Striking Tongans Serenade Princess


Tongan royalty appears to be acceding to demands by striking civil servants following a meeting between the Tongan Princess Regent, HM Pilolevu, and workers inNuku'alofa, last week.

The Princess, acting Regent for the South Pacific Monarchy in the absence of the King and her brother, is taking the strikers demands directly to the Tongan Privy Council as Workers Online goes to press.

The move that could see pay increases of up to 80%.

"She was asked to please assist with our plea for a increase in salary," said a statement issued by the Tongan Public Service Association (TPSA). "She replied with words of encouragement urging us not to give up hope as she will do her best to meet our needs.

"It was an emotional moment for the us as we responded in kind by singing the national anthem."

Reports from Tonga on Friday indicated overwhelming public support for the strikers, who have been out for more than six weeks over a raft of industrial and political issues.
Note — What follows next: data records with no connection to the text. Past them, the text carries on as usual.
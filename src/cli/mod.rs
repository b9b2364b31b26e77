//! The command line: clap definitions, one function per command, errors printed once here.
//!
//! Exit codes: 0 success, 1 invalid input (a network or data file that fails its checks),
//! 2 usage error (bad arguments, unknown --set key), 3 a file could not be read or written,
//! 4 a numerical engine could not finish.

mod actinometer;
mod barrier;
mod bench;
mod check;
mod compare;
mod daylight;
mod diagram;
mod fit;
mod ledger;
mod plan;
mod report;
mod simulate;
mod uncertainty;

use clap::{Parser, Subcommand};
use photoledger::Error;
use std::path::PathBuf;

/// Photochemical reaction networks under light: validate, draw, and account for every photon.
#[derive(Parser, Debug)]
#[command(name = "photoledger", version, about, long_about = None)]
struct Cli {
    #[command(subcommand)]
    command: Command,
}

/// Options every command that reads a network shares.
#[derive(clap::Args, Debug)]
struct NetworkArgs {
    /// The network file (TOML).
    file: PathBuf,
    /// Override a value of the file, e.g. --set conditions.temperature="310 K" (repeatable).
    #[arg(long = "set", value_name = "KEY=VALUE")]
    set: Vec<String>,
}

#[derive(Subcommand, Debug)]
enum Command {
    /// Load and validate a network file; print a short summary and any warnings.
    Check {
        #[command(flatten)]
        net: NetworkArgs,
        /// Print only the verdict and the problems.
        #[arg(long, short)]
        quiet: bool,
    },
    /// Time the kinetics on network files and on a generated large network.
    Bench(bench::BenchArgs),
    /// The largest barrier crossed in a time window (thermal or hot molecule), a verdict on every
    /// step of a network, or RRKM k(E) tables.
    Barrier(Box<barrier::BarrierArgs>),
    /// Integrate the kinetics under the network's light and keep the photon ledger.
    Simulate(simulate::SimulateArgs),
    /// Follow one molecule as an absorbing Markov chain: yields, cycles, photons per product.
    Ledger(ledger::LedgerArgs),
    /// Propagate uncertain values ([[uncertain]] entries or a fit's covariance) through the chain
    /// analysis and the kinetics: quantiles, what drives each output, histograms.
    Uncertainty(Box<uncertainty::UncertaintyArgs>),
    /// How long to irradiate to reach a target, with the photons and energy it takes; the light
    /// or flow rate for a given time; days of sunlight; sweeps.
    Plan(Box<plan::PlanArgs>),
    /// Photon flux from actinometry (ferrioxalate, or any photoreaction of a network), as a
    /// [[light]] block for a network file.
    Actinometer(actinometer::ActinometerArgs),
    /// Write one self-contained HTML study report: diagram, kinetics, photon ledger, chain, barriers.
    Report(report::ReportArgs),
    /// Fit free parameters of a network to measured time courses and end points.
    Fit(fit::FitArgs),
    /// Fit rival networks to the same data and rank them by AICc and BIC.
    Compare(compare::CompareArgs),
    /// Draw the network as SVG (species, transients, thermal and photochemical steps).
    Diagram {
        #[command(flatten)]
        net: NetworkArgs,
        /// Where to write the SVG.
        #[arg(short = 'o', long = "out", value_name = "SVG", default_value = "network.svg")]
        out: PathBuf,
        /// Print Graphviz DOT to stdout instead of writing SVG.
        #[arg(long)]
        dot: bool,
    },
}

/// Run the command line; returns the process exit code.
pub fn run() -> i32 {
    let cli = match Cli::try_parse() {
        Ok(c) => c,
        Err(e) => {
            let _ = e.print();
            return if e.use_stderr() { 2 } else { 0 };
        }
    };
    let result = match cli.command {
        Command::Check { net, quiet } => check::run(&net, quiet),
        Command::Diagram { net, out, dot } => diagram::run(&net, &out, dot),
        Command::Simulate(a) => simulate::run(&a),
        Command::Bench(a) => bench::run(&a),
        Command::Barrier(a) => barrier::run(&a),
        Command::Ledger(a) => ledger::run(&a),
        Command::Uncertainty(a) => uncertainty::run(&a),
        Command::Plan(a) => plan::run(&a),
        Command::Actinometer(a) => actinometer::run(&a),
        Command::Report(a) => report::run(&a),
        Command::Fit(a) => fit::run(&a),
        Command::Compare(a) => compare::run(&a),
    };
    match result {
        Ok(()) => 0,
        Err(e) => report_error(&e),
    }
}

/// Print an error once and map it to the exit code.
fn report_error(e: &Error) -> i32 {
    eprintln!("{e}");
    match e {
        Error::Invalid(_) => {
            eprintln!("invalid: see the problems above");
            1
        }
        Error::Usage(_) => 2,
        Error::Io { .. } => 3,
        Error::Numerical(_) => 4,
    }
}

/// Load and validate the network named by `args`.
fn load(args: &NetworkArgs) -> photoledger::Result<photoledger::Network> {
    build(&photoledger::file::load(&args.file)?, args)
}

/// Validate a network file already read, with the `--set` overrides of `args`.
fn build(loaded: &photoledger::file::Loaded, args: &NetworkArgs) -> photoledger::Result<photoledger::Network> {
    let overrides = photoledger::Overrides::parse(&args.set).map_err(Error::Usage)?;
    photoledger::network::build(loaded, &overrides).map_err(|e| match e {
        // An unknown --set key is a usage error, not a broken file.
        Error::Invalid(ds)
            if !ds.is_empty()
                && ds
                    .iter()
                    .all(|d| d.field.starts_with("--set ") || d.severity == photoledger::error::Severity::Warning) =>
        {
            Error::Usage(
                ds.iter()
                    .filter(|d| d.severity == photoledger::error::Severity::Error)
                    .map(|d| d.to_string())
                    .collect::<Vec<_>>()
                    .join("\n"),
            )
        }
        other => other,
    })
}

/// Print warnings to stderr.
fn print_warnings(net: &photoledger::Network) {
    for w in &net.warnings {
        eprintln!("{w}");
    }
}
The strike has seen tensions over democratic reform inflamed in the island monarchy, where executive government authority is held by the royal family.

Civil servants are asking for pay rises of 60, 70 and 80 percent to bring incomes up to a living wage, with lowest paid workers set to receive the highest increases.

"There is very broad public support for the striking workers," says New Zealand Council of Trade Unions secretary, Ross Wilson, in Tonga as part of a delegation of New Zealand government officials and unions accompanying retired employment court judge Tom Goddard, who are assisting the parties set up processes to mediate the dispute.

Meanwhile, pro-democracy MP, Akilisi Pohiva, says the strike shows a need for political and, possibly, constitutional changes.

There have also been protests outside the home of King Taufa'ahau Tupou IV in Auckland, where he is receiving medical treatment.

The Tongan government has sought assistance from Australia, New Zealand and the Pacific Islands Forum Secretariat to deal with the strike.

While a New Zealand mediator flew to Nuku'alofa yesterday, Australia and Tonga have yet to agree on what help Canberra can provide.

"We are watching the law and order situation closely," a spokeswoman for Alexander Downer said.